Expression and purification of MP2C
GST–MP2C fusion protein was expressed in Escherichia coli as previously described (Meskiene et al. 1998). Following a 2 h induction with 0.1 mm IPTG, cells were harvested by centrifugation. The GST fusion protein was isolated by resuspension of the cells in 10 ml of 50 mm Tris–HCl pH 8 buffer (10 mm MgCl2, 150 mm NaCl and 1 mm PMSF). Following sonication four times for 10 sec, the homogenate was supplemented with 0.1% CHAPS and centrifuged at 10 000 g for 10 min. The supernatant was then applied onto a 1 ml GSH–Sepharose 4B column pre-equilibrated with 50 mm Tris–HCl pH 8 buffer (10 mm MgCl2, 150 mm NaCl, 0.1% CHAPS). Following washing with 50 mm Tris–HCl pH 8 buffer (10 mm MgCl2, 0.1% CHAPS and 10% glycerol), the GST–MP2C fusion protein was eluted by the same buffer containing 10 mm GSH, and stored at −80°C. The protein concentration was determined with the Bio-Rad detection system, using BSA as a standard, and purity of the protein fractions was determined on 10% SDS–PAGE gels.
Measurement of MP2C activity
MP2C activity was measured using 32P-labelled casein as a substrate (Streuli et al. 1990). Briefly, dephosphorylated casein was 32P-labelled with bovine heart cAMP-dependent protein kinase. Radiolabelled protein was precipitated with 20% TCA. After extensive washing with 10% TCA, the casein was dissolved in 0.5 m Tris–HCl pH 8.

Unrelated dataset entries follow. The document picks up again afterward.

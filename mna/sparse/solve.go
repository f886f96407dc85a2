package sparse

// Solve overwrites b with the solution of A x = b.
func (f *LU[T]) Solve(b []T) {
	y := f.work
	for k, row := range f.pivotRow {
		y[k] = b[row] * f.scale[row]
	}
	blocks := f.a.blocks
	for i := len(blocks) - 2; i >= 0; i-- {
		from, until := blocks[i], blocks[i+1]
		for k := from; k < until; k++ {
			v := y[k]
			low := f.pivot[k] + 1
			l := f.values[low:f.start[k+1]]
			for e, at := range f.row[low:f.start[k+1]] {
				y[at] -= l[e] * v
			}
		}
		for k := until - 1; k >= from; k-- {
			pivot := f.pivot[k]
			v := y[k] * f.values[pivot]
			y[k] = v
			u := f.values[f.start[k]:pivot]
			for e, at := range f.row[f.start[k]:pivot] {
				y[at] -= u[e] * v
			}
		}
	}
	for k, j := range f.a.order {
		b[j] = y[k]
	}
}

// SolveTranspose overwrites b with the solution of A^T x = b (no conjugation).
func (f *LU[T]) SolveTranspose(b []T) {
	y := f.work
	for k, j := range f.a.order {
		y[k] = b[j]
	}
	blocks := f.a.blocks
	for i := range len(blocks) - 1 {
		from, until := blocks[i], blocks[i+1]
		for k := from; k < until; k++ {
			pivot := f.pivot[k]
			v := y[k]
			u := f.values[f.start[k]:pivot]
			for e, at := range f.row[f.start[k]:pivot] {
				v -= u[e] * y[at]
			}
			y[k] = v * f.values[pivot]
		}
		for k := until - 1; k >= from; k-- {
			v := y[k]
			low := f.pivot[k] + 1
			l := f.values[low:f.start[k+1]]
			for e, at := range f.row[low:f.start[k+1]] {
				v -= l[e] * y[at]
			}
			y[k] = v
		}
	}
	for k, row := range f.pivotRow {
		b[row] = y[k] * f.scale[row]
	}
}

// SolveMany overwrites count right-hand sides with the solutions of A x = b, on one pass over the factors. Element i of
// right-hand side c is b[i*count+c].
func (f *LU[T]) SolveMany(b []T, count int) {
	n := len(f.pivotRow)
	if len(f.many) < n*count {
		f.many = make([]T, n*count)
	}
	y := f.many[:n*count]
	column := func(k int32) []T { return y[int(k)*count : int(k+1)*count] }
	for k, row := range f.pivotRow {
		s := f.scale[row]
		for c, v := range b[int(row)*count : int(row+1)*count] {
			y[k*count+c] = v * s
		}
	}
	take := func(from, until int32, v []T) {
		for e := from; e < until; e++ {
			l, to := f.values[e], column(f.row[e])
			for c, x := range v {
				to[c] -= l * x
			}
		}
	}
	blocks := f.a.blocks
	for i := len(blocks) - 2; i >= 0; i-- {
		for k := blocks[i]; k < blocks[i+1]; k++ {
			take(f.pivot[k]+1, f.start[k+1], column(k))
		}
		for k := blocks[i+1] - 1; k >= blocks[i]; k-- {
			v, inverse := column(k), f.values[f.pivot[k]]
			for c := range v {
				v[c] *= inverse
			}
			take(f.start[k], f.pivot[k], v)
		}
	}
	for k, j := range f.a.order {
		copy(b[int(j)*count:int(j+1)*count], column(int32(k)))
	}
}
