package sparse

import (
	"math"
	"testing"

	"github.com/stretchr/testify/assert"
	"github.com/stretchr/testify/require"
	"gonum.org/v1/gonum/mat"
	"pgregory.net/rapid"
)

// denseError is the difference allowed to the dense solution for each unit of the condition number: some hundred roundings.
const denseError = 1e-13

// drawn is a random matrix that need not be regular.
type drawn struct {
	n          int
	rows, cols []int32
	values     []float64
	dense      *mat.Dense
}

func draw(t *rapid.T) drawn {
	n := rapid.IntRange(1, 30).Draw(t, "n")
	d := drawn{n: n, dense: mat.NewDense(n, n, nil)}
	add := func(i, j int, v float64) {
		d.rows, d.cols, d.values = append(d.rows, int32(i)), append(d.cols, int32(j)), append(d.values, v)
		d.dense.Set(i, j, d.dense.At(i, j)+v)
	}
	shift := rapid.IntRange(0, n-1).Draw(t, "shift") // the large entries stand beside the diagonal
	for i := range n {
		add(i, (i+shift)%n, math.Exp(rapid.Float64Range(-12, 12).Draw(t, "size")))
	}
	for range rapid.IntRange(0, 3*n).Draw(t, "more") {
		add(rapid.IntRange(0, n-1).Draw(t, "row"), rapid.IntRange(0, n-1).Draw(t, "column"), rapid.Float64Range(-5, 5).Draw(t, "value"))
	}
	return d
}

// TestAgreesWithDenseFactors compares solutions, of the transpose too, with those of gonum's dense LU.
func TestAgreesWithDenseFactors(t *testing.T) {
	rapid.Check(t, func(t *rapid.T) {
		d := draw(t)
		var dense mat.LU
		dense.Factorize(d.dense)
		condition := dense.Cond()
		if !(condition < 1e10) {
			return
		}
		p, err := NewPattern(d.n, d.rows, d.cols)
		require.NoError(t, err)
		a, err := Analyse(p)
		require.NoError(t, err, "every column has its own large entry")
		f := NewLU[float64](a)
		require.NoError(t, f.Factor(d.values))
		require.NoError(t, f.Refactor(d.values))
		b := make([]float64, d.n)
		for i := range b {
			b[i] = rapid.Float64Range(-1, 1).Draw(t, "b")
		}
		for _, transposed := range []bool{false, true} {
			var want mat.VecDense
			require.NoError(t, dense.SolveVecTo(&want, transposed, mat.NewVecDense(d.n, append([]float64(nil), b...))))
			got := append([]float64(nil), b...)
			if transposed {
				f.SolveTranspose(got)
			} else {
				f.Solve(got)
			}
			size := mat.Norm(&want, math.Inf(1))
			for i := range got {
				if e := math.Abs(got[i] - want.AtVec(i)); !(e <= denseError*condition*size+1e-300) {
					t.Fatalf("transposed %t: x[%d] is %g, dense says %g (condition %g)", transposed, i, got[i], want.AtVec(i), condition)
				}
			}
		}
	})
}

func TestSingularMatricesAreSaidSo(t *testing.T) {
	p, err := NewPattern(2, []int32{0, 0}, []int32{0, 1})
	require.NoError(t, err)
	_, err = Analyse(p)
	var structural *StructuralError
	require.ErrorAs(t, err, &structural)
	assert.Equal(t, []int{1}, structural.Rows)

	p, err = NewPattern(2, []int32{0, 0, 1, 1}, []int32{0, 1, 0, 1})
	require.NoError(t, err)
	a, err := Analyse(p)
	require.NoError(t, err)
	f := NewLU[float64](a)
	var singular *SingularError
	require.ErrorAs(t, f.Factor([]float64{1, 2, 2, 4}), &singular)
	require.ErrorAs(t, f.Factor([]float64{1, math.NaN(), 2, 4}), &singular)
	assert.True(t, singular.NotFinite)
	require.NoError(t, f.Factor([]float64{0, 2, 3, 0}), "a zero diagonal is no obstacle")
	b := []float64{4, 9}
	f.Solve(b)
	assert.Equal(t, []float64{3, 2}, b)
}

// TestHilbert solves with the Hilbert matrix of order 6, the first column of whose inverse is known: 36, -630, 3360, -7560, 7560, -2772
// (Choi, Tricks or treats with the Hilbert matrix, Amer. Math. Monthly 90, 1983).
func TestHilbert(t *testing.T) {
	const n = 6
	var rows, cols []int32
	var values []float64
	var complexes []complex128
	for i := range n {
		for j := range n {
			rows, cols = append(rows, int32(i)), append(cols, int32(j))
			values = append(values, 1/float64(i+j+1))
			complexes = append(complexes, complex(0, 1/float64(i+j+1)))
		}
	}
	p, err := NewPattern(n, rows, cols)
	require.NoError(t, err)
	a, err := Analyse(p)
	require.NoError(t, err)
	want := []float64{36, -630, 3360, -7560, 7560, -2772}
	f, g := NewLU[float64](a), NewLU[complex128](a)
	require.NoError(t, f.Factor(values))
	require.NoError(t, g.Factor(complexes))
	x, z := []float64{1, 0, 0, 0, 0, 0}, []complex128{1i, 0, 0, 0, 0, 0}
	f.Solve(x)
	g.Solve(z)
	const tolerance = 1e-8 // the condition number is 1.5e7
	for i := range want {
		assert.InEpsilon(t, want[i], x[i], tolerance)
		assert.InEpsilon(t, want[i], real(z[i]), tolerance)
	}
}

func TestEmptyAndSingleMatrices(t *testing.T) {
	for n := range 2 {
		var index []int32
		var values []float64
		if n == 1 {
			index, values = []int32{0}, []float64{4}
		}
		p, err := NewPattern(n, index, index)
		require.NoError(t, err)
		a, err := Analyse(p)
		require.NoError(t, err)
		f := NewLU[float64](a)
		require.NoError(t, f.Refactor(values))
		f.Solve(make([]float64, n))
	}
	_, err := NewPattern(1, []int32{1}, []int32{0})
	assert.Error(t, err)
}
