// Package sparse factors sparse square matrices over float64 and complex128. It knows no circuits.
//
// The work is split so that what depends only on the pattern is done once:
//
//	p, err := sparse.NewPattern(n, rows, cols)  // where the entries are
//	a, err := sparse.Analyse(p)                 // transversal and fill-reducing order; shareable
//	f := sparse.NewLU[float64](a)               // one for each goroutine
//	err = f.Factor(values)                      // pivots and pattern of the factors
//	err = f.Refactor(values)                    // numbers only, on the frozen pivots
//	f.Solve(b)
//
// Names: n is the order of the matrix, k an entry of the pattern, i a row, j a column; p and q are the
// permutations of rows and columns, so that the factors are those of (P R A Q) with R the scaling of the rows.
package sparse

Phosphatase assays were performed in a total volume of 100 μl, containing 50 mm Tris–HCl pH 8, 0.1 mm EGTA, 1 mm DTT, 100 nm okadaic acid and 10 mm MgCl2, unless otherwise specified. When the effect of calcium was studied, EGTA was omitted from the reaction buffer. The reaction was started by the addition of 5 μg labelled casein (approximately 200 000 cpm). MP2C was pre-incubated for 5 min with the tested substances prior to addition of casein. After incubation for 30 min at 30°C, the reaction was stopped by the addition of 700 μl of an acidic charcoal mixture (0.9 m HCl, 90 mm sodium pyrophosphate, 2 mm NaH2PO4, 4% (v/v) Norit A, Merck). Samples were centrifuged (10 min, 10 000 g) and the amount of radioactivity in 600 μl of supernatant was determined by scintillation counting. Measurements were done in triplicate and the results presented are the mean of two representative experiments.
This work was supported by grants from the Austrian Science Foundation (P11729-GEN and P12188-GEN) and the European Union TMR programme.